Foreign actors may overthrow a repressive government. With luck and
skill, foreign actors may even be able to place good people in charge of finely
crafted institutions based on the best of principles. They may provide tutelage, supervision, and monitoring; moral and material support; and protection against enemies. This scenario, however, is extremely unlikely,
especially if we do not impute unrealistically pure motives and unbelievable
skill and dedication to external powers, for whom “humanitarian intervention” usually amounts to little more than a convenient cover for partisan
politics. And in any case, a regime’s ultimate success-its persistence in
respecting, implementing, and enforcing human rights-depends on internal
political factors.
A government that respects human rights is almost always the legacy of
persistent national political struggles against human rights violations. Most
governments that respect human rights have been created not from the top
down, but from the bottom up. Domestically, paternalistic solutions, in
which human rights are given rather than taken, are likely to be unstable.
Internationally, paternalism is no more likely to be successful.

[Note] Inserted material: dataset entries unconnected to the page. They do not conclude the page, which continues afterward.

//! The vessel cut open in the plane of the pour: for drawings.

use super::{Shape, Vessel};

/// The vessel and its liquid cut open in the plane of the pour, at one tilt. World axes: x towards the pour, y up, m, from the middle of the base.
#[derive(Debug, Clone, PartialEq)]
pub struct Outline {
    /// The wall, from the brim beside the lip round the base to the far brim.
    pub wall: Vec<[f64; 2]>,
    /// The liquid, a closed polygon; empty where there is none.
    pub liquid: Vec<[f64; 2]>,
    /// The lip.
    pub lip: [f64; 2],
    /// Height of the free surface.
    pub level: f64,
}

impl Vessel {
    /// The vessel cut open, at this tilt (rad) and head (m).
    #[must_use]
    pub fn outline(&self, tilt: f64, head: f64) -> Outline {
        let (sine, cosine) = libm::sincos(tilt);
        let world = |[x, z]: [f64; 2]| [x * cosine + z * sine, z * cosine - x * sine];
        let half: Vec<[f64; 2]> = match &self.shape {
            Shape::Revolved(body) => body.profile().iter().map(|[z, r]| [*r, *z]).collect(),
            Shape::Cuboid(body) => vec![[0.5 * body.length, 0.0], [0.5 * body.length, body.height]],
        };
        let near = half.iter().rev().copied();
        let far = half.iter().map(|[x, z]| [-x, *z]);
        let wall: Vec<[f64; 2]> = near.chain(far).map(world).collect();
        let level = self.lip_level(tilt) + head;
        let liquid = below(&wall, level);
        Outline { wall, liquid, lip: world([self.lip.radius, self.lip.height]), level }
    }
}

/// The part of a closed polygon below a level (Sutherland & Hodgman 1974).
fn below(polygon: &[[f64; 2]], level: f64) -> Vec<[f64; 2]> {
    let mut kept = Vec::with_capacity(polygon.len() + 2);
    for (i, &to) in polygon.iter().enumerate() {
        let from = polygon[if i == 0 { polygon.len() - 1 } else { i - 1 }];
        if (from[1] > level) != (to[1] > level) {
            let share = (level - from[1]) / (to[1] - from[1]);
            kept.push([from[0] + share * (to[0] - from[0]), level]);
        }
        if to[1] <= level {
            kept.push(to);
        }
    }
    kept
}
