#[tokio::test]
async fn every_surface_has_its_angles_with_every_liquid() {
    let service = service(&state(|_| {}));
    let list = get_it(&service, "/v1/surfaces").await.json();
    let surfaces = list["surfaces"].as_array().unwrap();
    assert!(surfaces.len() >= 15);
    for (liquid, query) in typical_queries(&service).await {
        for surface in surfaces {
            let id = surface["id"].as_str().unwrap();
            let path = format!("/v1/surfaces/{id}?liquid={liquid}{query}");
            let answer = get_it(&service, &path).await;
            assert_eq!(answer.status, StatusCode::OK, "{path}: {:?}", answer.body);
            let answer = answer.json();
            assert_eq!(answer["with_liquid"], liquid.as_str());
            let known = surface["states"].as_array().unwrap();
            for name in ["clean", "in_use", "worn"] {
                let state = &answer["states"][name];
                assert_eq!(state.is_null(), !known.contains(&name.into()), "{path} {name}");
                if state.is_null() {
                    continue;
                }
                let angle = |member: &str| state[member]["value"].as_f64().unwrap();
                let angles =
                    [0.0, angle("receding_deg"), angle("contact_angle_deg"), angle("advancing_deg"), 180.0];
                assert!(angles.is_sorted(), "{path} {name}: {angles:?}");
                assert!(state["advancing_deg"]["standard_uncertainty"].as_f64().unwrap() > 0.0);
                assert!(!state["finish"].as_str().unwrap().is_empty());
            }
        }
    }
}

#[tokio::test]
async fn another_liquid_widens_the_band() {
    let service = service(&state(|_| {}));
    let state_of = async |path: &str| get_it(&service, path).await.json()["states"]["clean"].clone();
    let water = state_of("/v1/surfaces/pp").await;
    assert_eq!(water, state_of("/v1/surfaces/pp?liquid=water").await, "water is the default");
    // Moulded polypropylene: 104/82° advancing and receding, the catalogue's own values.
    assert!((water["advancing_deg"]["value"].as_f64().unwrap() - 104.0).abs() < 1e-9);
    let oil = state_of("/v1/surfaces/pp?liquid=olive-oil").await;
    let doubt = |state: &Value| state["contact_angle_deg"]["standard_uncertainty"].as_f64().unwrap();
    assert!(doubt(&oil) > doubt(&water));
    assert_eq!(oil["contact_angle_deg"]["basis"], "estimate");
    let answer = get_it(&service, "/v1/surfaces/pp?liquid=olive-oil").await.json();
    let codes: Vec<&Value> = answer["warnings"].as_array().unwrap().iter().map(|w| &w["code"]).collect();
    assert_eq!(codes, ["angles_re_estimated", "leaves_film"]);
}

#[tokio::test]
async fn the_documented_parameters_are_those_taken() {
    let service = service(&state(|_| {}));
    let document: Value = serde_json::from_str(&openapi_json().unwrap()).unwrap();
    for path in ["/v1/liquids/{id}", "/v1/surfaces/{id}"] {
        let parameters = document["paths"][path]["get"]["parameters"].as_array().unwrap();
        let at = path.replace("{id}", parameters[0]["example"].as_str().unwrap());
        assert_eq!(get_it(&service, &at).await.status, StatusCode::OK, "{at}");
        let refused = errors(&get_it(&service, &format!("{at}?unknown=1")).await)[0]["choices"].clone();
        let mut count = 0;
        for parameter in parameters.iter().filter(|p| p["in"] == "query") {
            let name = parameter["name"].as_str().unwrap();
            assert_eq!(parameter["required"], false, "{name}");
            assert!(parameter["description"].as_str().is_some_and(|text| !text.is_empty()), "{name}");
            assert!(name == "liquid" || parameter["schema"]["maximum"].is_number(), "{parameter}");
            let answer = get_it(&service, &format!("{at}?{name}=x")).await;
            assert_ne!(errors(&answer)[0]["code"], "unknown_parameter", "{name}");
            count += 1;
        }
        assert!(count >= 7 && refused.as_array().unwrap().len() == 5);
    }
}

/// The faults of a refused query.
#[track_caller]
fn errors(answer: &Answer) -> Value {
    assert_eq!(answer.status, StatusCode::UNPROCESSABLE_ENTITY, "{:?}", answer.body);
    answer.problem()["errors"].clone()
}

But if international regimes arise primarily because of international interdependence-the inability to achieve perceived national objectives by independent national action-how can we account for the creation and even
modest growth of the international human rights regime? First and foremost,
the “moral” concerns that brought the regime into being in the first place
persist. Butchers such as Pol Pot and Idi Amin still shock the conscience of
mankind and provoke a desire to reject them as not merely reprehensible but
prohibited by clear and public, authoritative international norms; even regimes with dismal human rights records seem to feel impelled to join in
condemning the abuses of such rulers, and lesser despots as well.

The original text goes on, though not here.